## WORK TASK
Within the records below, filter for lines carrying the word "sound" and copy them.

--------------------------------------------------

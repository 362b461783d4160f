package main

import (
	"net/http"
	"strings"
	"testing"
)

// Two tabs on one build: the second to keep is told what differs, and keeps
// everything that was typed.
func TestBuildStale(t *testing.T) {
	first := openBuild(t, bench(t))
	second := first.openBuild(first.page)
	first.live("/strings/0/driver/sense/ohms", "91", "/client", "Harbour office")

	a := second.live("/strings/0/driver/sense/ohms", "120", "/strings/1/leds/0/quantity", "3")
	a.wantStatus(t, http.StatusOK)
	wantWords(t, a.body, "This build was changed elsewhere", "91 Ω", "120", "Harbour office", "sense resistor, ohms", "string A", `name="theirs" value="2"`, "not kept")
	if strings.Contains(a.body, `name="revision"`) {
		t.Error("the page was moved on to a revision that it does not show")
	}
	kept := second.kept()
	if kept.Strings[0].Driver.FollowerSink.Sense.Ohms != 91 || kept.Strings[1].LEDs[0].Quantity != 2 {
		t.Errorf("something was kept before the person chose: %+v", kept.Strings[1].LEDs)
	}

	a = second.live("/strings/0/driver/sense/ohms", "120", "/strings/1/leds/0/quantity", "3", "resolve", "mine", "theirs", "2")
	a.wantStatus(t, http.StatusOK)
	kept = second.kept()
	if kept.Strings[0].Driver.FollowerSink.Sense.Ohms != 120 || kept.Strings[1].LEDs[0].Quantity != 3 || kept.Client != "Harbour office" {
		t.Errorf("mine on top of theirs: %v Ω, %d LEDs, client %q", kept.Strings[0].Driver.FollowerSink.Sense.Ohms, kept.Strings[1].LEDs[0].Quantity, kept.Client)
	}
	wantWords(t, a.body, "revision 3", `data-hx-target="#editor"`, `value="Harbour office"`)
	if strings.Contains(a.body, "changed elsewhere") {
		t.Error("the notice is still there")
	}
}

// Without a script the page comes back as it was left, with the notice.
func TestBuildStalePlain(t *testing.T) {
	first := openBuild(t, bench(t))
	second := first.openBuild(first.page)
	first.live("/title", "First")
	a := second.post("/title", "Second", "/strings/0/driver/sense/ohms", "some")
	a.wantStatus(t, http.StatusConflict)
	wantWords(t, a.body, "changed elsewhere", `name="/title" type="text" value="Second"`, `value="some"`, `name="revision" value="1"`, `name="theirs" value="2"`)
	second.post("/title", "Second", "resolve", "mine", "theirs", "2").wantStatus(t, http.StatusSeeOther)
	if got := second.kept().Title; got != "Second" {
		t.Errorf("kept %q", got)
	}
}

// Theirs moved on again while the notice was read: it is asked again.
func TestBuildStaleTwice(t *testing.T) {
	first := openBuild(t, bench(t))
	second := first.openBuild(first.page)
	first.live("/title", "First")
	second.live("/title", "Second")
	first.live("/title", "First again")
	a := second.live("/title", "Second", "resolve", "mine", "theirs", "2")
	wantWords(t, a.body, "changed elsewhere", `name="theirs" value="3"`, "First again")
	if got := second.kept().Title; got != "First again" {
		t.Errorf("kept %q", got)
	}
}

// Where rows came or went, fields cannot be matched by their places: the page
// is kept as a whole, and theirs is one Undo away.
func TestBuildStaleOfAnotherShape(t *testing.T) {
	first := openBuild(t, bench(t))
	second := first.openBuild(first.page)
	first.live("do", "string-remove /strings/0")
	a := second.live("/strings/0/leds/0/quantity", "5")
	wantWords(t, a.body, "field by field", "gone")
	second.live("/strings/0/leds/0/quantity", "5", "resolve", "mine", "theirs", "2")
	kept := second.kept()
	if labelsOf(kept) != "A B C D E F" || stacksOf(kept, "A") != "5 white" {
		t.Errorf("kept %s with %s", labelsOf(kept), stacksOf(kept, "A"))
	}
	for range 2 { // the edit, then the page as a whole
		second.live("do", "undo")
	}
	if got := labelsOf(second.kept()); got != "B C D E F" {
		t.Errorf("two steps back: %s", got)
	}
}

// A button pressed on a page that is out of date does nothing to what it does
// not show.
func TestBuildStaleCommand(t *testing.T) {
	first := openBuild(t, bench(t))
	second := first.openBuild(first.page)
	first.live("/title", "First")
	for _, button := range []string{"string-remove /strings/0", "undo"} {
		wantWords(t, second.live("do", button).body, "changed elsewhere")
	}
	if kept := second.kept(); labelsOf(kept) != "A B C D E F" || kept.Title != "First" {
		t.Errorf("kept %q with %s", kept.Title, labelsOf(kept))
	}
	second.do(http.MethodGet, second.page, "").wantStatus(t, http.StatusOK)
}
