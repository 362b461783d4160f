package main

import (
	"net/http"
	"strconv"
	"strings"
	"testing"
)

// The page has the sections folded away, each with a link for those who have
// no script; a script gets the section alone.
func TestMoreBreakdownAsSectionAndAsPage(t *testing.T) {
	b := openBuild(t, bench(t))
	address := b.page + "/more/breakdown"
	wantWords(t, b.get(b.page), `id="more-breakdown"`, `data-hx-get="`+address+`"`, `href="`+address+`"`)

	page := b.get(address)
	wantWords(t, page, "</html>", `href="`+b.page+`"`, "Of revision "+b.revision+".", "String A", "× 4", "costs most", "6 × white", "left over in the worst case", `href="`+b.page+`#f-supply-voltage"`, `id="hatch-left"`)
	if n := strings.Count(page, `class="stairs"`); n != 12 {
		t.Errorf("%d staircases of six strings, want 12", n)
	}
	a := b.do(http.MethodGet, address, "", "HX-Request", "true")
	a.wantStatus(t, http.StatusOK)
	wantWords(t, a.body, "String A", `href="#f-supply-voltage"`)
	wantNot(t, a.body, "<html", `id="hatch-left"`)
}

// What is shown is always of what is kept.
func TestMoreBreakdownFollowsTheBuild(t *testing.T) {
	b := openBuild(t, bench(t))
	before := b.get(b.page + "/more/breakdown")
	b.live("/strings/0/leds/0/quantity", "9")
	after := b.get(b.page + "/more/breakdown")
	wantWords(t, after, "Of revision "+b.revision+".", "9 × white", `class="crossed"`, "short")
	wantNot(t, before, `class="crossed"`, "9 × white")
}

func TestMoreOfABuildThatCannotBeSolved(t *testing.T) {
	b := openBuild(t, runaway(t))
	page := b.get(b.page + "/more/breakdown")
	wantWords(t, page, "No figures:")
	wantNot(t, page, `class="stairs"`)
}

func TestMoreOfNoBuild(t *testing.T) {
	p := openShop(t)
	for _, id := range []string{"7", "x", "-1"} {
		p.do(http.MethodGet, "/builds/"+id+"/more/breakdown", "").wantStatus(t, http.StatusNotFound)
	}
}

// Of many strings those are told of that have the least left over.
func TestMoreBreakdownOfManyStrings(t *testing.T) {
	b := openBuild(t, bench(t))
	for range 10 {
		b.live("do", "string-copy /strings/5")
	}
	b.live("/strings/14/leds/0/quantity", "7")
	page := b.get(b.page + "/more/breakdown")
	wantWords(t, page, "12 of 16 strings", "String "+b.kept().Strings[14].Label, "7 × red")
	if n := strings.Count(page, `class="stairs"`); n != 2*mostBroken {
		t.Errorf("%s staircases", strconv.Itoa(n))
	}
}
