package main

import (
	"encoding/json"
	"fmt"
	"math"
	"net/http"
	"strings"

	"lanternbook/calc"
	"lanternbook/calc/quantity"
	"lanternbook/web"
)

// lookAtNewPart: POST /drawer/new, sent while somebody types. It answers with
// what the figures amount to and keeps nothing.
func (s *server) lookAtNewPart(w http.ResponseWriter, r *http.Request) error {
	form, base, err := s.sentPart(r)
	if err != nil {
		return err
	}
	form.document(base)
	typed := strings.TrimSpace(r.PostFormValue("key"))
	if reason := keyFault(typed); reason != "" {
		form.faults["key"] = reason
	}
	form.forgiveEmpty()
	key := keyField(form, typed)
	groups := form.groups()
	groups[0].Fields = append(groups[0].Fields, *key)
	return render(w, r, http.StatusOK, web.PartLook(lookAt(form, base), groups, key))
}

// lookAtPart: POST /drawer/{key}/look, the same for a part in the drawer.
func (s *server) lookAtPart(w http.ResponseWriter, r *http.Request) error {
	part, err := s.store.Part(r.Context(), partKey(r))
	if err != nil {
		return err
	}
	if err = r.ParseForm(); err != nil {
		return err
	}
	was, err := readMembers(part.Document)
	if err != nil {
		return fmt.Errorf("part %q: %w", part.Key, err)
	}
	form := typedForm(part.Type, r.PostForm)
	form.document(was)
	form.forgiveEmpty()
	return render(w, r, http.StatusOK, web.PartLook(lookAt(form, was), form.groups(), nil))
}

// forgiveEmpty takes back what is said of fields that nobody has filled yet:
// while somebody still types, they are not wrong.
func (f *partForm) forgiveEmpty() {
	for path := range f.faults {
		if strings.TrimSpace(f.typed[path]) == "" && path != "key" {
			delete(f.faults, path)
		}
	}
}

// lookAt shows what a form amounts to. Figures that cannot be read are left
// out; what the others say is shown all the same.
func lookAt(form partForm, was members) web.LookView {
	part, ok := form.readable(was)
	v := web.LookView{}
	if pins := strings.TrimSpace(form.typed["pins"]); pins != "" {
		v.Pins = pinsOf(pins)
	}
	if form.typ == calc.TypeLED {
		v.Swatch = lightOf(form.words())
	}
	if !ok {
		v.Nothing = nothingYet(form.typ)
		return v
	}
	switch {
	case part.LED != nil:
		v.Curves, v.Facts = lookAtLED(*part.LED)
	case part.Transistor != nil:
		v.Curves, v.Facts = lookAtTransistor(*part.Transistor)
	case len(v.Pins) == 0:
		v.Nothing = "There is nothing to draw of this kind of part."
	}
	return v
}

func nothingYet(typ string) string {
	if typ == calc.TypeLED {
		return "With the test current and the forward voltage its curve is drawn here."
	}
	return "Something typed cannot be read yet; see beside the field."
}

// readable is the part made of those fields that can be read.
func (f partForm) readable(was members) (calc.Part, bool) {
	sound := partForm{typ: f.typ, typed: map[string]string{}, faults: map[string]string{}}
	for path, typed := range f.typed {
		if f.faults[path] == "" {
			sound.typed[path] = typed
		}
	}
	document := sound.document(was)
	part, err := calc.ReadPart(document)
	return part, err == nil
}

// words is the members of an LED that say how it shines, as a document.
func (f partForm) words() []byte {
	m := members{}
	figures := figuresByPath(f.typ)
	for _, path := range []string{"colour", "wavelength", "cct"} {
		if value, err := figures[path].value(f.typed[path]); err == nil {
			m = m.set(path, value)
		}
	}
	typ, _ := json.Marshal(f.typ) // a string: cannot fail
	document, _ := m.set("type", typ).MarshalJSON()
	return document
}

// pinsOf cuts an order of pins such as "C-B-E" or "E, B, C".
func pinsOf(text string) []string {
	return strings.FieldsFunc(text, func(r rune) bool { return strings.ContainsRune("-–, /", r) })
}

const (
	curvePoints = 61   // of a curve
	overTest    = 1.5  // [1] times the test current to where a curve goes that has no greatest current
	past        = 1.15 // [1] times the greatest current to where it goes else
	lookVCE     = 5.0  // [V] at which VBE is shown
	leastShown  = 1e-5 // [A] collector current where that curve begins
	mostShown   = 0.1  // [A] where it ends when the part does not say its greatest
)

// lookAtLED is an LED's voltage against its current.
func lookAtLED(led calc.LED) ([]web.CurveView, []web.FactView) {
	most := overTest * led.TestCurrent
	if led.MaxCurrent != nil {
		most = past * math.Max(*led.MaxCurrent, led.TestCurrent)
	}
	currents := make([]float64, curvePoints)
	for i := range currents {
		// Closer together at the foot, where the curve bends.
		share := float64(i) / (curvePoints - 1)
		currents[i] = most * share * share
	}
	volts, assumed := calc.LEDCurve(led, currents)
	scale, name := ampsScale(most)
	c := web.Curve{
		Title: "Volts against current, 25 °C", XName: name, YName: "V",
		Dots: [][2]float64{{led.TestCurrent * scale, led.ForwardVoltage.Typ}}, DotVoice: "typical at the test current",
	}
	for i, v := range volts {
		if currents[i] < most*1e-3 {
			continue // falls away to nothing: not drawn
		}
		c.X, c.Y = append(c.X, currents[i]*scale), append(c.Y, v)
		c.Low = append(c.Low, v+led.ForwardVoltage.Min-led.ForwardVoltage.Typ)
		c.High = append(c.High, v+led.ForwardVoltage.Max-led.ForwardVoltage.Typ)
	}
	for _, p := range led.Points {
		c.Points = append(c.Points, [2]float64{p[0] * scale, p[1]})
	}
	if led.MaxCurrent != nil {
		c.Most, c.MostWords = *led.MaxCurrent*scale, quantity.Text(*led.MaxCurrent, quantity.Amp)+" at most"
	}
	c.Voice = fmt.Sprintf("Forward voltage against current: %s at %s.",
		quantity.Text(led.ForwardVoltage.Typ, quantity.Volt), quantity.Text(led.TestCurrent, quantity.Amp))
	curves := drawn(c)
	if flux, ok := fluxCurve(led); ok {
		curves = append(curves, drawn(flux)...)
	}
	return curves, ledFacts(led, assumed)
}

// fluxCurve is the LED's light against its current, by the datasheet's own
// points.
func fluxCurve(led calc.LED) (web.Curve, bool) {
	if len(led.FluxCurve) < 2 {
		return web.Curve{}, false
	}
	scale, name := ampsScale(led.FluxCurve[len(led.FluxCurve)-1][0] * led.TestCurrent)
	c := web.Curve{
		Title: "Light against current", XName: name, YName: "%", FromZero: true,
		Voice: "Flux as a share of that at the test current, against current.",
		Dots:  [][2]float64{{led.TestCurrent * scale, 100}}, DotVoice: "at the test current",
	}
	if led.FluxCurve[0][0] > 0 {
		c.X, c.Y = []float64{0}, []float64{0}
	}
	for _, p := range led.FluxCurve {
		c.X, c.Y = append(c.X, p[0]*led.TestCurrent*scale), append(c.Y, p[1]*100)
	}
	if led.MaxCurrent != nil {
		c.Most, c.MostWords = *led.MaxCurrent*scale, quantity.Text(*led.MaxCurrent, quantity.Amp)+" at most"
	}
	return c, true
}

func ledFacts(led calc.LED, assumed string) []web.FactView {
	power := led.TestCurrent * led.ForwardVoltage.Typ
	facts := []web.FactView{{Name: "at the test current it takes", Text: quantity.Format(power, quantity.Watt, 3)}}
	if led.LuminousFlux != nil {
		facts = append(facts, web.FactView{Name: "light for that", Text: quantity.Format(*led.LuminousFlux/power, "lm/W", 3)})
	}
	if assumed != "" {
		facts = append(facts, web.FactView{Name: "assumed", Text: assumed})
	}
	return facts
}

// lookAtTransistor is a transistor's VBE against its collector current.
func lookAtTransistor(q calc.Transistor) ([]web.CurveView, []web.FactView) {
	most := mostShown
	if q.MaxCollectorCurrent != nil {
		most = math.Max(*q.MaxCollectorCurrent, 10*leastShown)
	}
	currents := make([]float64, curvePoints)
	for i := range currents {
		currents[i] = leastShown * math.Pow(most/leastShown, float64(i)/(curvePoints-1))
	}
	volts, assumed := calc.VBECurve(q, currents, lookVCE)
	c := web.Curve{Title: "VBE against collector current, 25 °C", XName: "mA", YName: "V", LogX: true}
	for i, v := range volts {
		c.X, c.Y = append(c.X, currents[i]*1e3), append(c.Y, v)
		if q.VBEOn != nil {
			c.Low = append(c.Low, v+q.VBEOn.Volts.Min-q.VBEOn.Volts.Typ)
			c.High = append(c.High, v+q.VBEOn.Volts.Max-q.VBEOn.Volts.Typ)
		}
	}
	if q.VBEOn != nil && q.VBEOn.At >= leastShown && q.VBEOn.At <= most {
		c.Dots, c.DotVoice = [][2]float64{{q.VBEOn.At * 1e3, q.VBEOn.Volts.Typ}}, "typical, by the datasheet"
	}
	middle := math.Sqrt(leastShown * most)
	at, _ := calc.VBECurve(q, []float64{middle}, lookVCE)
	c.Voice = fmt.Sprintf("Base-emitter voltage against collector current: %s at %s.",
		quantity.Format(at[0], quantity.Volt, 3), quantity.Format(middle, quantity.Amp, 2))
	var facts []web.FactView
	if len(assumed) > 0 {
		facts = append(facts, web.FactView{Name: "assumed", Text: strings.Join(assumed, ", ")})
	}
	return drawn(c), facts
}

// drawn is a curve as a list; an empty one when there is nothing to draw.
func drawn(c web.Curve) []web.CurveView {
	v, ok := web.NewCurve(c)
	if !ok {
		return nil
	}
	return []web.CurveView{v}
}

// ampsScale is how many of the named unit make an ampere, for currents up to
// most amperes.
func ampsScale(most float64) (scale float64, name string) {
	switch {
	case most < 1e-3:
		return 1e6, "µA"
	case most < 1:
		return 1e3, "mA"
	}
	return 1, "A"
}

--------------------------------------------------

## TASK ANSWER
	sound := partForm{typ: f.typ, typed: map[string]string{}, faults: map[string]string{}}
			sound.typed[path] = typed
	document := sound.document(was)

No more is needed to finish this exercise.